▶ [What is required] Return the following from the records below: each line, word for word, starting with the line that contains "from support import CommandTest, hills, system_of, table" and going on through the line that contains "# A brook that", with nothing outside that range.

(Dataset entries)
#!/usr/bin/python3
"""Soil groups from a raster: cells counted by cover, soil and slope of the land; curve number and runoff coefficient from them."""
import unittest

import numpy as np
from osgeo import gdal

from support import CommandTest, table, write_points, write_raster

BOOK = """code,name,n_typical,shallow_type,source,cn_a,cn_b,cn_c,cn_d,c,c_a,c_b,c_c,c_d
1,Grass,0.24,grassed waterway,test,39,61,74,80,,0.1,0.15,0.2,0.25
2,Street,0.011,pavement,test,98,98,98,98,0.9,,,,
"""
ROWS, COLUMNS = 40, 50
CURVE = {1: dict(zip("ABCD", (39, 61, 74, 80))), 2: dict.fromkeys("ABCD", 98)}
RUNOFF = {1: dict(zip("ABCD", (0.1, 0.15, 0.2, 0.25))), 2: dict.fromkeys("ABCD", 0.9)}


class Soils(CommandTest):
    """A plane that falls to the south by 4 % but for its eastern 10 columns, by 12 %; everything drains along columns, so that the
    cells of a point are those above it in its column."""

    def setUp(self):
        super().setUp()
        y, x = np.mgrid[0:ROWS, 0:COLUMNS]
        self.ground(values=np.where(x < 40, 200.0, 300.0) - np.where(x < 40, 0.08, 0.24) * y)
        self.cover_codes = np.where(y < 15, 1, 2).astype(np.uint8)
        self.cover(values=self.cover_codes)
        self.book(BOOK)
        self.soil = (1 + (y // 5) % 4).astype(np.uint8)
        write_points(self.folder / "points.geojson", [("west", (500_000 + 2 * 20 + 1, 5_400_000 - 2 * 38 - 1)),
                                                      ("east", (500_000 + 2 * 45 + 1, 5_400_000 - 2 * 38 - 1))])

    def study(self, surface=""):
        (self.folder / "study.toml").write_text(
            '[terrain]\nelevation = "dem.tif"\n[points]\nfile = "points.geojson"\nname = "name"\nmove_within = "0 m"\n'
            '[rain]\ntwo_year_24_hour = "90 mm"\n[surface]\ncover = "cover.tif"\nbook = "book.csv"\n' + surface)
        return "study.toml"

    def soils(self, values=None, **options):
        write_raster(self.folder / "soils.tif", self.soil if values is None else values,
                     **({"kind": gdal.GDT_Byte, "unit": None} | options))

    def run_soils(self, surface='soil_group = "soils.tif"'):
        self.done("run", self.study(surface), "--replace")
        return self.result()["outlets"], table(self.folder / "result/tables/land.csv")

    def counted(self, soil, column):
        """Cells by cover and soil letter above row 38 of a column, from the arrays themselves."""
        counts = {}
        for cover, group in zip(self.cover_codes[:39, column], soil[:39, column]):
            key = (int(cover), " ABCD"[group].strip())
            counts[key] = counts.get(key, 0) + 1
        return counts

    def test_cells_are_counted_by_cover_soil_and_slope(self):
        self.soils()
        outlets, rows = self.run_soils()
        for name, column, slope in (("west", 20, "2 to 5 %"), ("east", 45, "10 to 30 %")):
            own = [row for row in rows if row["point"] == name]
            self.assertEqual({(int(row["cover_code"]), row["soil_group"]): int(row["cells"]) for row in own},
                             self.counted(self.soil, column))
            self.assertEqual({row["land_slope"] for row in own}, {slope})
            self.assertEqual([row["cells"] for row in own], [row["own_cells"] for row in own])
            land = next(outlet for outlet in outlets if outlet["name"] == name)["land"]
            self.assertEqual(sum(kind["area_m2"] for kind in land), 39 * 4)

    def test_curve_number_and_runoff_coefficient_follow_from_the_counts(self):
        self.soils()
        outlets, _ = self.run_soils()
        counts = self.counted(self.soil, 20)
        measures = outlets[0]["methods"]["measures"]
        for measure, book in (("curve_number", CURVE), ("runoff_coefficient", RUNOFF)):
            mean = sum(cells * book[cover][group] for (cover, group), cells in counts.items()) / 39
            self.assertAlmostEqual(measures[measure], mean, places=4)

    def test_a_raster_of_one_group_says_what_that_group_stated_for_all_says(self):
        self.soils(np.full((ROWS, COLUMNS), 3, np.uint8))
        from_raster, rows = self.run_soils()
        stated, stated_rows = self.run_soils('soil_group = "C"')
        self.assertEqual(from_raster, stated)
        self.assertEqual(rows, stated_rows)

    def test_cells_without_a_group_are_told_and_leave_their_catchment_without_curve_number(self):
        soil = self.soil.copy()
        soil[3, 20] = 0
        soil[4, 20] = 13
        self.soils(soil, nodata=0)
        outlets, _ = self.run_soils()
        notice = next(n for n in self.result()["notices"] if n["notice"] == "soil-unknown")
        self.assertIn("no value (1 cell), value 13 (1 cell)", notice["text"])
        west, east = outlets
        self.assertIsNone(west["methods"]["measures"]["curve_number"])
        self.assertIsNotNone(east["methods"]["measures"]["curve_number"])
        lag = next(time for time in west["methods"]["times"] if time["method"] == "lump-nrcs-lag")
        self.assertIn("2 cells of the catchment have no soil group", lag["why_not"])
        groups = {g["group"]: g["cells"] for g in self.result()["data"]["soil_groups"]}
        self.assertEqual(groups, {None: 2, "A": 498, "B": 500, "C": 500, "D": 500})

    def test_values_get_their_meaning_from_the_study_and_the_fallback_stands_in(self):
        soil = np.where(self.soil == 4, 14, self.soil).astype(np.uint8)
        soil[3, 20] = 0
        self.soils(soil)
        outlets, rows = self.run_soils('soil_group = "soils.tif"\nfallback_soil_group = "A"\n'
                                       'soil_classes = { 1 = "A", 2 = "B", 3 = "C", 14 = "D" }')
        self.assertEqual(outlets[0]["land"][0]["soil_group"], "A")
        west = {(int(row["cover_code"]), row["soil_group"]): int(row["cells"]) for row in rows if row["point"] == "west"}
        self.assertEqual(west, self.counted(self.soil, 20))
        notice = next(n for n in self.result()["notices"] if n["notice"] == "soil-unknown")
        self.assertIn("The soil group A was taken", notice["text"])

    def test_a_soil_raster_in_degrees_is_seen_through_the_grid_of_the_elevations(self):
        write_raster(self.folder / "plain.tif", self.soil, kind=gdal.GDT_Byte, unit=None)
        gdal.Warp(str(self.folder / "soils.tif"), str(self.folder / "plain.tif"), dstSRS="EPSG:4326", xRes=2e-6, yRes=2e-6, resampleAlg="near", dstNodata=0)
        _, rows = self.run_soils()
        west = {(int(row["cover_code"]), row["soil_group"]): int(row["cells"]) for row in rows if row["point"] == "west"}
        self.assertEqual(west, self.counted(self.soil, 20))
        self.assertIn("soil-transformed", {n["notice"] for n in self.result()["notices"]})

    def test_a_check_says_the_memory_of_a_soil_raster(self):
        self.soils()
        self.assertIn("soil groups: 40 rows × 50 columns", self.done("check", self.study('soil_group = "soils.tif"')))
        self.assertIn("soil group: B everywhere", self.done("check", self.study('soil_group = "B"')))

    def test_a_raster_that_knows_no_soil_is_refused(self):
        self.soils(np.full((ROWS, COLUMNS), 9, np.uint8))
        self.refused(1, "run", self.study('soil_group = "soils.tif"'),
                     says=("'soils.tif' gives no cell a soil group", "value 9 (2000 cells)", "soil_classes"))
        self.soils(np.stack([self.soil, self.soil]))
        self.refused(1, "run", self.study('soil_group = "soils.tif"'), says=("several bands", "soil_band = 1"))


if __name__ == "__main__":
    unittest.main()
---
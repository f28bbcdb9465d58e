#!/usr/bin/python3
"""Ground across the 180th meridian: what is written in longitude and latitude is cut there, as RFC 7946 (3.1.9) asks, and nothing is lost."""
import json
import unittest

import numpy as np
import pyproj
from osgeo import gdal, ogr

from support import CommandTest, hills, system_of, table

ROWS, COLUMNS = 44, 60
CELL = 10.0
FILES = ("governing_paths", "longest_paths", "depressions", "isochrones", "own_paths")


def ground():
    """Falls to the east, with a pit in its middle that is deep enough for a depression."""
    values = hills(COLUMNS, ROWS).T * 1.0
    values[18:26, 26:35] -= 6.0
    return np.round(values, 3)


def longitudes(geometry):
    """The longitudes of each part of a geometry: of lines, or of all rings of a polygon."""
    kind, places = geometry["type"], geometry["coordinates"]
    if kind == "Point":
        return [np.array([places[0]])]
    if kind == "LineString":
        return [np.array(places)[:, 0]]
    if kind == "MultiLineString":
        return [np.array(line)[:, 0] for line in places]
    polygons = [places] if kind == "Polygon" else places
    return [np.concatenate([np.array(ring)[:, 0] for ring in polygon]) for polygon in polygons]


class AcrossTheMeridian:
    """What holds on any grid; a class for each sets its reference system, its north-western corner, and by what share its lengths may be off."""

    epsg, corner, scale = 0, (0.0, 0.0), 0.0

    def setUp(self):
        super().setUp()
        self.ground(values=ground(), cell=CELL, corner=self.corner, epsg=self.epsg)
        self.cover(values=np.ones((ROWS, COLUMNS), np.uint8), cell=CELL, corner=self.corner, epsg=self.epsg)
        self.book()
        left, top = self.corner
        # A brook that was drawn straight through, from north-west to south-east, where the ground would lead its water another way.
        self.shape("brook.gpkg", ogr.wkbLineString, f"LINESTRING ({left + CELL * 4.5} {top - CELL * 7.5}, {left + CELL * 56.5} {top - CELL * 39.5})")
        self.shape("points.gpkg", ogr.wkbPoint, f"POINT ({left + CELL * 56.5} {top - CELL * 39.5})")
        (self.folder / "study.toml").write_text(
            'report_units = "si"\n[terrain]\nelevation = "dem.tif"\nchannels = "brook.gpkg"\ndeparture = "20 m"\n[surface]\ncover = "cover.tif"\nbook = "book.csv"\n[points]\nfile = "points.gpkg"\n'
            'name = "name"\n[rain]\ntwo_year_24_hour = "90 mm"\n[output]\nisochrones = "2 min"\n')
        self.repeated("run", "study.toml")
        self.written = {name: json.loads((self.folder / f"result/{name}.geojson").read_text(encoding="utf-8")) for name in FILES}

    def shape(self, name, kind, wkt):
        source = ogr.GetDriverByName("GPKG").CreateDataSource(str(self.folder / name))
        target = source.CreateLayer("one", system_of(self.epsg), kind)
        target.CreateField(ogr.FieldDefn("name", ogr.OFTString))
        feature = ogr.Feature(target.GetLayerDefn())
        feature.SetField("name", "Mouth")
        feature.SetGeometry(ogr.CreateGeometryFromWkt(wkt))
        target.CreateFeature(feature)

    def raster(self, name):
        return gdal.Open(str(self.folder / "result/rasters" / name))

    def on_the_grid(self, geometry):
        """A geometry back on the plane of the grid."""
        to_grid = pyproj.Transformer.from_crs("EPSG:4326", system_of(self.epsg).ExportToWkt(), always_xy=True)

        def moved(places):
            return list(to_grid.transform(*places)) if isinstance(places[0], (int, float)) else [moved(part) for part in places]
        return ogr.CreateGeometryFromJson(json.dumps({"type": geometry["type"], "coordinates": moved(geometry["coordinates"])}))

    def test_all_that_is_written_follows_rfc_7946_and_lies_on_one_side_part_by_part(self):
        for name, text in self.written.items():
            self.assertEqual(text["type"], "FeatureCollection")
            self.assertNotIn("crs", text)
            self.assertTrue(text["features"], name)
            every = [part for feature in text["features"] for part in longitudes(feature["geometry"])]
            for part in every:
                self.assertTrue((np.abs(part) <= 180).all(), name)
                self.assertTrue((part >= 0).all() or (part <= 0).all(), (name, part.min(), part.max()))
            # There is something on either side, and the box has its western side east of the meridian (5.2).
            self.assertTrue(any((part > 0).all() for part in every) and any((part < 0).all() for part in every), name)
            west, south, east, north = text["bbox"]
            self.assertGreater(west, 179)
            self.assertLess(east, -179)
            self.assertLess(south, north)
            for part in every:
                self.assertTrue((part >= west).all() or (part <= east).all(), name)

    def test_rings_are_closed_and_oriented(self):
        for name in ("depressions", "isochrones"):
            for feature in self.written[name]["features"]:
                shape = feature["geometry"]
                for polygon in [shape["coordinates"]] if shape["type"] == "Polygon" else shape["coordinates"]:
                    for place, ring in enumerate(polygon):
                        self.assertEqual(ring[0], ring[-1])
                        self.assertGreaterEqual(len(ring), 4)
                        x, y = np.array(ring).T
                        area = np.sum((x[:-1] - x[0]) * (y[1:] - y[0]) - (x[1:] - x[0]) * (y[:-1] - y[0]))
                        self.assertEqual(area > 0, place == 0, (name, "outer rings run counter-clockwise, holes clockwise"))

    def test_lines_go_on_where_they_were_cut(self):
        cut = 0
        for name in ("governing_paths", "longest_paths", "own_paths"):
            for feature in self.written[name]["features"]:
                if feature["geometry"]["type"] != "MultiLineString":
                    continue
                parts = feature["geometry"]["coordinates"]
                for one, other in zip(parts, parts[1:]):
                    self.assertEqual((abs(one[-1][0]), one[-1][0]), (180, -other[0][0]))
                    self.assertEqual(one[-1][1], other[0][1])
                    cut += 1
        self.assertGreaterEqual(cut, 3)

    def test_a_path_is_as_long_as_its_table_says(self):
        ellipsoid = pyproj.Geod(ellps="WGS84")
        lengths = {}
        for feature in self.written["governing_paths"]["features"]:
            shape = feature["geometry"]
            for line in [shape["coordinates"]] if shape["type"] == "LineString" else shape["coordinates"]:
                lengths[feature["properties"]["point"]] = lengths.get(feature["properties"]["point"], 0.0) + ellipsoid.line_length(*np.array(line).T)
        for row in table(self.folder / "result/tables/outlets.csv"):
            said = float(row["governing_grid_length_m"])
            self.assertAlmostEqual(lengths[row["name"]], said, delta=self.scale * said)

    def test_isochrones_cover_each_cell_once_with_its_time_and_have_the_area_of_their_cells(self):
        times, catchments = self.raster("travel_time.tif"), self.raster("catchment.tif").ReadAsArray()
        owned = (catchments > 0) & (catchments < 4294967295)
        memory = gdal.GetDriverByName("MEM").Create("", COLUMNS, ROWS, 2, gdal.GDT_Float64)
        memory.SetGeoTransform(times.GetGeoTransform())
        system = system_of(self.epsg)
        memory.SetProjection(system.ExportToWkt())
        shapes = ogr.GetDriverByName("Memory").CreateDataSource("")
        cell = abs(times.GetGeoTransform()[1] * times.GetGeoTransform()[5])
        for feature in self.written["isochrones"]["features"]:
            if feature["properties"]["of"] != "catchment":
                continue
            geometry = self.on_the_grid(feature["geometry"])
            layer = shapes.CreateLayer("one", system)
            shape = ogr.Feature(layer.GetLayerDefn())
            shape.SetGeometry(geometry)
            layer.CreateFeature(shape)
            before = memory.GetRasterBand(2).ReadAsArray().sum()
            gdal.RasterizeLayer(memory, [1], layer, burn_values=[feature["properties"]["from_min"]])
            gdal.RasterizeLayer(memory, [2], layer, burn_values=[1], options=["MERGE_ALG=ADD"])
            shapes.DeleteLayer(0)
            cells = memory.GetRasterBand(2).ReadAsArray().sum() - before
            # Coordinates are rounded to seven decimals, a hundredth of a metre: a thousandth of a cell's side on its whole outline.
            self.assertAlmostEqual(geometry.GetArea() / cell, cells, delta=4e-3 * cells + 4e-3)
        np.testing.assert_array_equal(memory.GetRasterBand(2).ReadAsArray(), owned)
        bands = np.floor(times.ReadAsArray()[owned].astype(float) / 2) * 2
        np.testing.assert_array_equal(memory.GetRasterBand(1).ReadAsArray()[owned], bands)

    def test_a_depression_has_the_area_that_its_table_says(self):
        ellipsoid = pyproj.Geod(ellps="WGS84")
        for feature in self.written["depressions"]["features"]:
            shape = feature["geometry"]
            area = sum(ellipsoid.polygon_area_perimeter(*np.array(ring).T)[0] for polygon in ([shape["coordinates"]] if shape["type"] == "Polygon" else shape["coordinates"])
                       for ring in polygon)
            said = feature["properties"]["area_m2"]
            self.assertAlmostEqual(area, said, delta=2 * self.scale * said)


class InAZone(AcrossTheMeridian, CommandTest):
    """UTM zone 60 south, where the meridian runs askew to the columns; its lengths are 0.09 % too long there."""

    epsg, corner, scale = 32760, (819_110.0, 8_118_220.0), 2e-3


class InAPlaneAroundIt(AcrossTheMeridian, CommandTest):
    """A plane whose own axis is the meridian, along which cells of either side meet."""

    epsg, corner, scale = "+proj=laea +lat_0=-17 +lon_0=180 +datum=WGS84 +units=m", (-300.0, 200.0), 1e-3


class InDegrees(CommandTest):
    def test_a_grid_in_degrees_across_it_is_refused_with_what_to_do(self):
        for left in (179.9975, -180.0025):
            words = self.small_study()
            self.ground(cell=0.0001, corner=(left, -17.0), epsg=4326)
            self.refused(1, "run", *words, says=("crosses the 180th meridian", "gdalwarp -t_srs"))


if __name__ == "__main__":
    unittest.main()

▶ [Answer for the task]
from support import CommandTest, hills, system_of, table

ROWS, COLUMNS = 44, 60
CELL = 10.0
FILES = ("governing_paths", "longest_paths", "depressions", "isochrones", "own_paths")


def ground():
    """Falls to the east, with a pit in its middle that is deep enough for a depression."""
    values = hills(COLUMNS, ROWS).T * 1.0
    values[18:26, 26:35] -= 6.0
    return np.round(values, 3)


def longitudes(geometry):
    """The longitudes of each part of a geometry: of lines, or of all rings of a polygon."""
    kind, places = geometry["type"], geometry["coordinates"]
    if kind == "Point":
        return [np.array([places[0]])]
    if kind == "LineString":
        return [np.array(places)[:, 0]]
    if kind == "MultiLineString":
        return [np.array(line)[:, 0] for line in places]
    polygons = [places] if kind == "Polygon" else places
    return [np.concatenate([np.array(ring)[:, 0] for ring in polygon]) for polygon in polygons]


class AcrossTheMeridian:
    """What holds on any grid; a class for each sets its reference system, its north-western corner, and by what share its lengths may be off."""

    epsg, corner, scale = 0, (0.0, 0.0), 0.0

    def setUp(self):
        super().setUp()
        self.ground(values=ground(), cell=CELL, corner=self.corner, epsg=self.epsg)
        self.cover(values=np.ones((ROWS, COLUMNS), np.uint8), cell=CELL, corner=self.corner, epsg=self.epsg)
        self.book()
        left, top = self.corner
        # A brook that was drawn straight through, from north-west to south-east, where the ground would lead its water another way.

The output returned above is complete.